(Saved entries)
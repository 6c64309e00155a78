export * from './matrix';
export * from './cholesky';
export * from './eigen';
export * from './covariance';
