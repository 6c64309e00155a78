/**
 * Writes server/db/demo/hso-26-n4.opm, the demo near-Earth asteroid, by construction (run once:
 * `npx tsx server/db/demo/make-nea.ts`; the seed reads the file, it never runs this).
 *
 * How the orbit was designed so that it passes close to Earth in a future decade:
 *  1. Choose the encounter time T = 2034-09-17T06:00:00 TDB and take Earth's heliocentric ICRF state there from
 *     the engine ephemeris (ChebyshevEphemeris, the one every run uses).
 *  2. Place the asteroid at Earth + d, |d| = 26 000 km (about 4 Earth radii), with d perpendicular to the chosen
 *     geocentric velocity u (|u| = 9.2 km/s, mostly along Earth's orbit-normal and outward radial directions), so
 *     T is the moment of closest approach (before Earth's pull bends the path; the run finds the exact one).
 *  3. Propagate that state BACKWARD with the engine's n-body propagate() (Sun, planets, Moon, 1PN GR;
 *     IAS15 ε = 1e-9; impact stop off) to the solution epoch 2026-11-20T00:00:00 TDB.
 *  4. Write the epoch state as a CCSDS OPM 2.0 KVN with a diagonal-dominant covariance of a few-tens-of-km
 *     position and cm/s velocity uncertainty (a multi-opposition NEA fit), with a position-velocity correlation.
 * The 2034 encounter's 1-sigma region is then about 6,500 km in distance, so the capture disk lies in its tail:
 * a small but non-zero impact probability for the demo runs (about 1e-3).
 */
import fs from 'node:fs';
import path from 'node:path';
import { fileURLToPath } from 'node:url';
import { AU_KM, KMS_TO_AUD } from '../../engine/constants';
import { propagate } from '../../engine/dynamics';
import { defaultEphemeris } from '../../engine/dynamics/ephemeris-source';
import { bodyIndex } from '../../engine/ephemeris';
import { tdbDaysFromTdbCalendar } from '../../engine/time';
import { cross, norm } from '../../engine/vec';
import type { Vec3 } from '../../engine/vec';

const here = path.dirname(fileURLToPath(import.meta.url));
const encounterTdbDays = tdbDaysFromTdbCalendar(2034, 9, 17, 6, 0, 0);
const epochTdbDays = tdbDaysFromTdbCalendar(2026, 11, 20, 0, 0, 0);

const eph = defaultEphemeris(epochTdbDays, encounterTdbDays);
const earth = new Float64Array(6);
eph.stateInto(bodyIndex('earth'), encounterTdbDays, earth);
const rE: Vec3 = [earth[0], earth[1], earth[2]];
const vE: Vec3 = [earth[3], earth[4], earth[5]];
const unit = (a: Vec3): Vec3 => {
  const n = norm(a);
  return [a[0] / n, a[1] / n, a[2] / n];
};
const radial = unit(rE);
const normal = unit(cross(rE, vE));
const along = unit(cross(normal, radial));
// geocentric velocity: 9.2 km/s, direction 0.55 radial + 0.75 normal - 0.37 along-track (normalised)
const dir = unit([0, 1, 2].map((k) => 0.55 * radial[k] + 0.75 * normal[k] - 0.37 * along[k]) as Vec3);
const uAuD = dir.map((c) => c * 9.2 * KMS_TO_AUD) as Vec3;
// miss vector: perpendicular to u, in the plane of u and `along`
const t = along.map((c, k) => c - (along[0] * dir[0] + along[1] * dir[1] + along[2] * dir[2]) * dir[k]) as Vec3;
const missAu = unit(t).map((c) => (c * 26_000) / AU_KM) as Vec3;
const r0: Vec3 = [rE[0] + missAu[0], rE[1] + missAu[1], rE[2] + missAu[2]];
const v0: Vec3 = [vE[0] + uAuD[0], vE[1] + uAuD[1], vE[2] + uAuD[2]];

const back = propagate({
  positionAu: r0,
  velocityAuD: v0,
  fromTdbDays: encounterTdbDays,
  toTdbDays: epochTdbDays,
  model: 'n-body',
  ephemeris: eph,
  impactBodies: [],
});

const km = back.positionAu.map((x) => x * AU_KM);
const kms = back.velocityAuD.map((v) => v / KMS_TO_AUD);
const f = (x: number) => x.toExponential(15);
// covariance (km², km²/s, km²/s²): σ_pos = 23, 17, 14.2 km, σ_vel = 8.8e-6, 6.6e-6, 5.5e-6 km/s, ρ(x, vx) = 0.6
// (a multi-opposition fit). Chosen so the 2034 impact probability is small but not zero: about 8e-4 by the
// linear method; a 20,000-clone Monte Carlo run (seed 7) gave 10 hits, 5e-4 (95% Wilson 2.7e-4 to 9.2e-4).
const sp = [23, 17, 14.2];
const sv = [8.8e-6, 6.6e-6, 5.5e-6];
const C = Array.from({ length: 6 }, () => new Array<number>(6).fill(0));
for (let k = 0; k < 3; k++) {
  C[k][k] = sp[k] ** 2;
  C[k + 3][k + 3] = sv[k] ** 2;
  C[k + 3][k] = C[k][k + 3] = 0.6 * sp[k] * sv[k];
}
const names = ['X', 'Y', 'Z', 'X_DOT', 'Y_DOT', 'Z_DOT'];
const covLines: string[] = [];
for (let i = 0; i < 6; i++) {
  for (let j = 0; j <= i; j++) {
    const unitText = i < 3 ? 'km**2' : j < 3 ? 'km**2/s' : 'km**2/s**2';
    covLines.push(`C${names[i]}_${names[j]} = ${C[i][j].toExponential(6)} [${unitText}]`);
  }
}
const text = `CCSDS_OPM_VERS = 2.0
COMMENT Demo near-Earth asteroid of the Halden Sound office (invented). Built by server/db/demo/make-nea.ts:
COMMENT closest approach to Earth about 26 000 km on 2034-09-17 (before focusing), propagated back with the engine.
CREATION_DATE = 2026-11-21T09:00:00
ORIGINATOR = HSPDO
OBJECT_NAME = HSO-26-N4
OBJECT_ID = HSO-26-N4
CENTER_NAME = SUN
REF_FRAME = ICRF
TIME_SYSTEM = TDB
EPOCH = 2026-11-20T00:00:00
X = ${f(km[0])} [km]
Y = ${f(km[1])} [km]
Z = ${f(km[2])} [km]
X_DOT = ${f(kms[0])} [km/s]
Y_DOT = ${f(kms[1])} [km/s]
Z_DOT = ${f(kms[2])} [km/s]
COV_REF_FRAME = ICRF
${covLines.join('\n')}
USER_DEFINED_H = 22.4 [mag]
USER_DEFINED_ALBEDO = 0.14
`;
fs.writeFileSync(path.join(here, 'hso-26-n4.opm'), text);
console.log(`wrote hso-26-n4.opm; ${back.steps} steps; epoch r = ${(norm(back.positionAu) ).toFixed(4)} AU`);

Exercise instructions:
Lines from the top of the data above through the line containing "of a few-tens-of-km" must be repeated exactly. All other lines stay out.

Result:
repository 6c64309e00155a78
export * from './matrix';
export * from './cholesky';
export * from './eigen';
export * from './covariance';
repository 6c64309e00155a78
/**
 * Writes server/db/demo/hso-26-n4.opm, the demo near-Earth asteroid, by construction (run once:
 * `npx tsx server/db/demo/make-nea.ts`; the seed reads the file, it never runs this).
 *
 * How the orbit was designed so that it passes close to Earth in a future decade:
 *  1. Choose the encounter time T = 2034-09-17T06:00:00 TDB and take Earth's heliocentric ICRF state there from
 *     the engine ephemeris (ChebyshevEphemeris, the one every run uses).
 *  2. Place the asteroid at Earth + d, |d| = 26 000 km (about 4 Earth radii), with d perpendicular to the chosen
 *     geocentric velocity u (|u| = 9.2 km/s, mostly along Earth's orbit-normal and outward radial directions), so
 *     T is the moment of closest approach (before Earth's pull bends the path; the run finds the exact one).
 *  3. Propagate that state BACKWARD with the engine's n-body propagate() (Sun, planets, Moon, 1PN GR;
 *     IAS15 ε = 1e-9; impact stop off) to the solution epoch 2026-11-20T00:00:00 TDB.
 *  4. Write the epoch state as a CCSDS OPM 2.0 KVN with a diagonal-dominant covariance of a few-tens-of-km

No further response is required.